= Members of the Western Australian Legislative Council, 1993–1997 =

This is a list of members of the Western Australian Legislative Council between 22 May 1993 and 21 May 1997:

| Name | Party | Province | Years in office |
|---|---|---|---|
| Tom Butler^{[2]} | Labor | East Metropolitan | 1986–1995 |
| Alan Carstairs^{[4]} | Liberal | North Metropolitan | 1996–1997 |
| George Cash | Liberal | North Metropolitan | 1989–2009 |
| Kim Chance | Labor | Agricultural | 1992–2009 |
| Eric Charlton | National | Agricultural | 1984–1998 |
| John Cowdell | Labor | South West | 1993–2005 |
| Murray Criddle | National | Agricultural | 1993–2008 |
| Cheryl Davenport | Labor | South Metropolitan | 1989–2001 |
| Reg Davies | Independent | North Metropolitan | 1989–1997 |
| Ed Dermer^{[3]} | Labor | North Metropolitan | 1996–2013 |
| Bruce Donaldson | Liberal | Agricultural | 1993–2009 |
| Graham Edwards | Labor | North Metropolitan | 1986–1997 |
| Max Evans | Liberal | North Metropolitan | 1986–2001 |
| Valma Ferguson^{[2]} | Labor | East Metropolitan | 1993; 1995–1997 |
| Peter Foss | Liberal | East Metropolitan | 1989–2005 |
| Clive Griffiths | Liberal | South Metropolitan | 1965–1997 |
| Nick Griffiths | Labor | East Metropolitan | 1993–2009 |
| John Halden | Labor | South Metropolitan | 1986–2000 |
| Tom Helm | Labor | Mining and Pastoral | 1986–2001 |
| Barry House | Liberal | South West | 1987–2017 |
| Ross Lightfoot | Liberal | North Metropolitan | 1993–1997 |
| Phil Lockyer | Liberal | Mining and Pastoral | 1980–1997 |
| Iain MacLean^{[1]}^{[4]} | Liberal | North Metropolitan | 1994–1996 |
| Alannah MacTiernan^{[5]} | Labor | East Metropolitan | 1993–1996; 2017–2023 |
| Murray Montgomery | National | South West | 1989–2001 |
| Norman Moore | Liberal | Mining and Pastoral | 1977–2013 |
| Mark Nevill | Labor | Mining and Pastoral | 1983–2001 |
| Murray Nixon | Liberal | Agricultural | 1993–2001 |
| Muriel Patterson | Liberal | South West | 1989–2001 |
| Sam Piantadosi^{[3]} | Labor/Independent^{[3]} | North Metropolitan | 1983–1996 |
| Bob Pike^{[1]} | Liberal | North Metropolitan | 1977–1983; 1989–1994 |
| Barbara Scott | Liberal | South Metropolitan | 1993–2009 |
| Jim Scott | Greens | South Metropolitan | 1993–2005 |
| Tom Stephens | Labor | Mining and Pastoral | 1982–2004 |
| Bill Stretch | Liberal | South West | 1983–2005 |
| Paul Sulc^{[5]} | Labor | East Metropolitan | 1996–1997 |
| Bob Thomas | Labor | South West | 1989–2001 |
| Derrick Tomlinson | Liberal | East Metropolitan | 1989–2005 |
| Doug Wenn | Labor | South West | 1986–1997 |

==Notes==
 On 26 April 1994, North Metropolitan Liberal MLC Bob Pike died. Liberal candidate Iain MacLean was elected in the resultant countback on 31 May 1994.

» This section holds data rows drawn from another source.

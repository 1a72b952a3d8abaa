/** `/api/auth/*`: CSRF token, register, sign in, sign out, current user, password reset. */
import type { Request, Response } from 'express';
import {
  loginBody, passwordResetConfirmBody, passwordResetRequestBody, registerBody,
} from '../../../shared/schemas/auth.ts';
import type { RouteDef } from '../../auth/access.ts';
import { loginLimiter, resetLimiter } from '../../auth/rateLimit.ts';
import { currentUser } from '../../auth/user.ts';
import { hashCostFor } from '../../auth/password.ts';
import { HttpError } from '../../http/HttpError.ts';
import type { FeatureDeps } from '../context.ts';
import { SESSION_COOKIE } from '../../auth/session.ts';
import { createAuthService } from './auth.service.ts';
import { createWorkshopService } from '../workshops/workshops.service.ts';

/** Sign `user` in: passport regenerates the session (no fixation), so a fresh CSRF token follows. */
function logIn(req: Request, user: Express.User): Promise<void> {
  return new Promise((resolve, reject) => req.logIn(user, (error) => (error ? reject(error) : resolve())));
}

export function authRoutes(deps: FeatureDeps): RouteDef[] {
  const { auth, models, sequelize } = deps;
  const service = createAuthService(sequelize, models, deps.mailer, deps.publicUrl, hashCostFor(deps.config.env));
  const workshops = createWorkshopService(sequelize, models);

  async function meBody(req: Request, res: Response, user: Express.User, freshToken: boolean) {
    return {
      user,
      workshops: (await workshops.listForUser(user.id)).map((w) => ({ id: w.id, name: w.name, role: w.role })),
      ...(freshToken ? { csrfToken: auth.csrf.issue(req, res, true) } : {}),
    };
  }

  return [
    {
      method: 'get',
      path: '/auth/csrf',
      access: { kind: 'public' },
      handler: (req, res) => {
        res.json({ csrfToken: auth.csrf.issue(req, res) });
      },
    },
    {
      method: 'post',
      path: '/auth/register',
      access: { kind: 'public' },
      handler: async (req, res) => {
        const body = registerBody.parse(req.body);
        const user = await service.register(body);
        await logIn(req, user);
        res.status(201).json(await meBody(req, res, user, true));
      },
    },
    {
      method: 'post',
      path: '/auth/login',
      access: { kind: 'public' },
      before: [loginLimiter()],
      handler: async (req, res) => {
        const body = loginBody.parse(req.body);
        req.body = body;
        const user = await new Promise<Express.User | false>((resolve, reject) => {
          auth.passport.authenticate('local', { session: false }, (error: unknown, found: Express.User | false) =>
            error ? reject(error) : resolve(found),
          )(req, res, reject);
        });
        if (!user) throw new HttpError(401, 'invalid_credentials', 'That e-mail and password do not match an account.');
        await logIn(req, user);
        res.json(await meBody(req, res, user, true));
      },
    },
    {
      method: 'post',
      path: '/auth/logout',
      access: { kind: 'signedIn' },
      handler: async (req, res) => {
        await new Promise<void>((resolve, reject) => req.logOut((error) => (error ? reject(error) : resolve())));
        await new Promise<void>((resolve, reject) => req.session.destroy((error) => (error ? reject(error) : resolve())));
        res.clearCookie(SESSION_COOKIE, { path: '/' });
        res.status(204).end();
      },
    },
    {
      method: 'get',
      path: '/auth/me',
      access: { kind: 'signedIn' },
      handler: async (req, res) => {
        res.json(await meBody(req, res, currentUser(req), false));
      },
    },
    {
      method: 'post',
      path: '/auth/password-reset',
      access: { kind: 'public' },
      before: [resetLimiter()],
      handler: async (req, res) => {
        const { email } = passwordResetRequestBody.parse(req.body);
        await service.requestPasswordReset(email);
        res.status(202).json({ message: 'If an account uses that e-mail, a reset link is on its way.' });
      },
    },
    {
      method: 'post',
      path: '/auth/password-reset/confirm',
      access: { kind: 'public' },
      handler: async (req, res) => {
        const { token, password } = passwordResetConfirmBody.parse(req.body);
        await service.confirmPasswordReset(token, password);
        res.status(204).end();
      },
    },
  ];
}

 On 28 February 1995, East Metropolitan Labor MLC Tom Butler resigned. Labor candidate Valma Ferguson was elected in the resultant countback on 4 April 1995.

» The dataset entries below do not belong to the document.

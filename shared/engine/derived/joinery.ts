/**
 * The joinery schedule: each joint with both parts, the sizes of its features, and the set-ups
 * that cut them — router-table bit height and fence distance for grooves and rabbets, table-saw
 * blade height and fence for tongues, start and stop marks for stopped grooves.
 */
import type { Feature, JoineryRow, Joint, Part, SetUp } from '../types.ts';
import { featureSummary } from './featureSummary.ts';

const setting = (name: string, valueMm: number) => ({ name, valueMm });

/** Set-ups that cut one feature of `part`. */
export function setUpsFor(part: Part, feature: Feature): SetUp[] {
  switch (feature.type) {
    case 'groove':
      return [{ tool: 'router table', settings: [setting('straight bit diameter', feature.widthMm), setting('bit height', feature.depthMm), setting('fence to near side of bit', feature.offsetMm)], note: 'Reference face against the fence; one pass per part, the same set-up for every groove of this size.' }];
    case 'stopped-groove':
      return [{
        tool: 'router table',
        settings: [setting('straight bit diameter', feature.widthMm), setting('bit height', feature.depthMm), setting('fence to near side of bit', feature.offsetMm), setting('start mark from end-a', feature.startMm), setting('stop mark from end-a', feature.stopMm)],
        note: 'Mark the start and stop on the fence; lower the part onto the spinning bit at the start mark and lift it at the stop. Use stop blocks, keep hands clear of the bit, and read the router maker\'s safety instructions.',
      }];
    case 'tongue': {
      const cheek = (part.thicknessMm - feature.thicknessMm) / 2;
      const settings = [setting('blade height (cheek depth)', cheek), setting('fence to far side of blade (tongue length)', feature.lengthMm)];
      return [{ tool: 'table saw', settings, note: 'Cut both cheeks with the same set-up, reference faces flipped; test on scrap until the tongue slides into its groove by hand. Use a push block and the saw\'s guard where it can be used.' }];
    }
    case 'rabbet':
      return [{ tool: 'router table', settings: [setting('bit height (rabbet depth)', feature.depthMm), setting('fence to far side of bit (rabbet width)', feature.widthMm)], note: 'Rabbet all four edges with one set-up; check the tongue in a scrap groove.' }];
    case 'notch':
      return [{ tool: 'handsaw', settings: [setting('notch length', feature.lengthMm), setting('notch width', feature.widthMm)], note: 'Lay out from the part\'s edges; saw to the line and pare square.' }];
    case 'recess':
    case 'mortise':
      return [{ tool: 'router', settings: [setting('bit depth', feature.depthMm), setting('recess length', feature.lengthMm), setting('recess width', feature.widthMm)], note: 'Rout to the depth, square the corners with a chisel.' }];
    case 'dado':
      return [{ tool: 'table saw', settings: [setting('dado width', feature.widthMm), setting('blade height', feature.depthMm), setting('fence to near side', feature.offsetMm)], note: 'Dado stack; never cut a dado with the guard removed without a featherboard and push block.' }];
    case 'hole':
      return [{ tool: 'drill press', settings: [setting('bit diameter', feature.diameterMm), setting('depth', feature.depthMm)], note: 'Clamp the part; countersink for the screw head.' }];
    case 'slot':
      return [{ tool: 'router table', settings: [setting('straight bit diameter', feature.diameterMm), setting('fence to bit centre', feature.atMm[1]), setting('slot length', feature.slotLengthMm)], note: 'Plunge at one end, feed to the stop block, several shallow passes.' }];
  }
}

/** One schedule line per joint. */
export function joinerySchedule(parts: readonly Part[], joints: readonly Joint[]): JoineryRow[] {
  const byId = new Map(parts.map((p) => [p.id, p]));
  // A feature often serves several joints (a leg's groove holds a rail and a panel), and
  // writing its numbers as text is the dearest step here: each is written once.
  const summaries = new Map<Feature, string>();
  return joints.map((joint) => {
    const features: JoineryRow['features'][number][] = [];
    const setUps: SetUp[] = [];
    for (const member of joint.members) {
      const part = byId.get(member.partId);
      if (!part) continue;
      for (const id of member.featureIds) {
        const feature = part.features.find((f) => f.id === id);
        if (!feature) continue;
        let summary = summaries.get(feature);
        if (summary === undefined) {
          summary = featureSummary(feature);
          summaries.set(feature, summary);
        }
        features.push({ partId: part.id, featureId: id, summary });
        setUps.push(...setUpsFor(part, feature));
      }
    }
    return {
      jointId: joint.id, type: joint.type, parts: [joint.members[0].partId, joint.members[1].partId],
      count: joint.count, features, setUps, clearanceMm: joint.clearanceMm, glued: joint.glued, floating: joint.floating,
    };
  });
}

 In April 1996, North Metropolitan MLC Sam Piantadosi left the Labor Party and sat as an independent. He resigned on 19 November 1996 to contest the seat of Yokine at the 1996 election. Labor candidate Ed Dermer, who had already won the seat effective from May 1997 at the aforementioned election, was elected at the resulted countback on 24 December 1996.

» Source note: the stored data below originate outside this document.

/** One line per feature for tables and drawings, in mm. */
import type { Feature } from '../types.ts';

// The small nudge keeps 6.35 from showing as 6.3 when binary noise leaves it at 6.3499999.
const f1 = (n: number): string => `${Math.round(n * 10 + 1e-6) / 10}`;

/** A short description of `feature` with its sizes, e.g. `groove 6.4 wide × 9.5 deep, 6.4 from edge-a side`. */
export function featureSummary(feature: Feature): string {
  switch (feature.type) {
    case 'groove':
      return `groove in ${feature.face}: ${f1(feature.widthMm)} wide × ${f1(feature.depthMm)} deep, ${f1(feature.offsetMm)} from the reference side, full length`;
    case 'stopped-groove':
      return `stopped groove in ${feature.face}: ${f1(feature.widthMm)} wide × ${f1(feature.depthMm)} deep, ${f1(feature.offsetMm)} from the reference side, from ${f1(feature.startMm)} to ${f1(feature.stopMm)}`;
    case 'tongue':
      return `tongue on ${feature.face}: ${f1(feature.thicknessMm)} thick × ${f1(feature.lengthMm)} long × ${f1(feature.widthMm)} wide`;
    case 'rabbet':
      return `rabbet along ${feature.face}: ${f1(feature.widthMm)} wide × ${f1(feature.depthMm)} deep`;
    case 'notch':
      return `notch in ${feature.face}: ${f1(feature.lengthMm)} × ${f1(feature.widthMm)} × ${f1(feature.depthMm)} at ${f1(feature.atMm[0])}, ${f1(feature.atMm[1])}`;
    case 'recess':
    case 'mortise':
      return `${feature.type} in ${feature.face}: ${f1(feature.lengthMm)} × ${f1(feature.widthMm)} × ${f1(feature.depthMm)} deep at ${f1(feature.atMm[0])}, ${f1(feature.atMm[1])}`;
    case 'dado':
      return `dado in ${feature.face}: ${f1(feature.widthMm)} wide × ${f1(feature.depthMm)} deep, ${f1(feature.offsetMm)} from end-a`;
    case 'hole':
      return `hole in ${feature.face}: ⌀${f1(feature.diameterMm)} × ${f1(feature.depthMm)} deep at ${f1(feature.atMm[0])}, ${f1(feature.atMm[1])}`;
    case 'slot':
      return `slot in ${feature.face}: ${f1(feature.slotLengthMm)} long × ⌀${f1(feature.diameterMm)}, along the ${feature.along}, centred at ${f1(feature.atMm[0])}, ${f1(feature.atMm[1])}`;
  }
}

 On 19 November 1996, North Metropolitan Liberal MLC Iain MacLean resigned to contest the seat of Wanneroo at the 1996 election. Liberal candidate Alan Carstairs was elected to the subsequent vacancy in a countback on 24 December 1996.
 On 21 November 1996, East Metropolitan Labor MLC Alannah MacTiernan resigned to contest the seat of Armadale at the 1996 election. Labor member Paul Sulc was elected to the subsequent vacancy in a countback on 24 December 1996.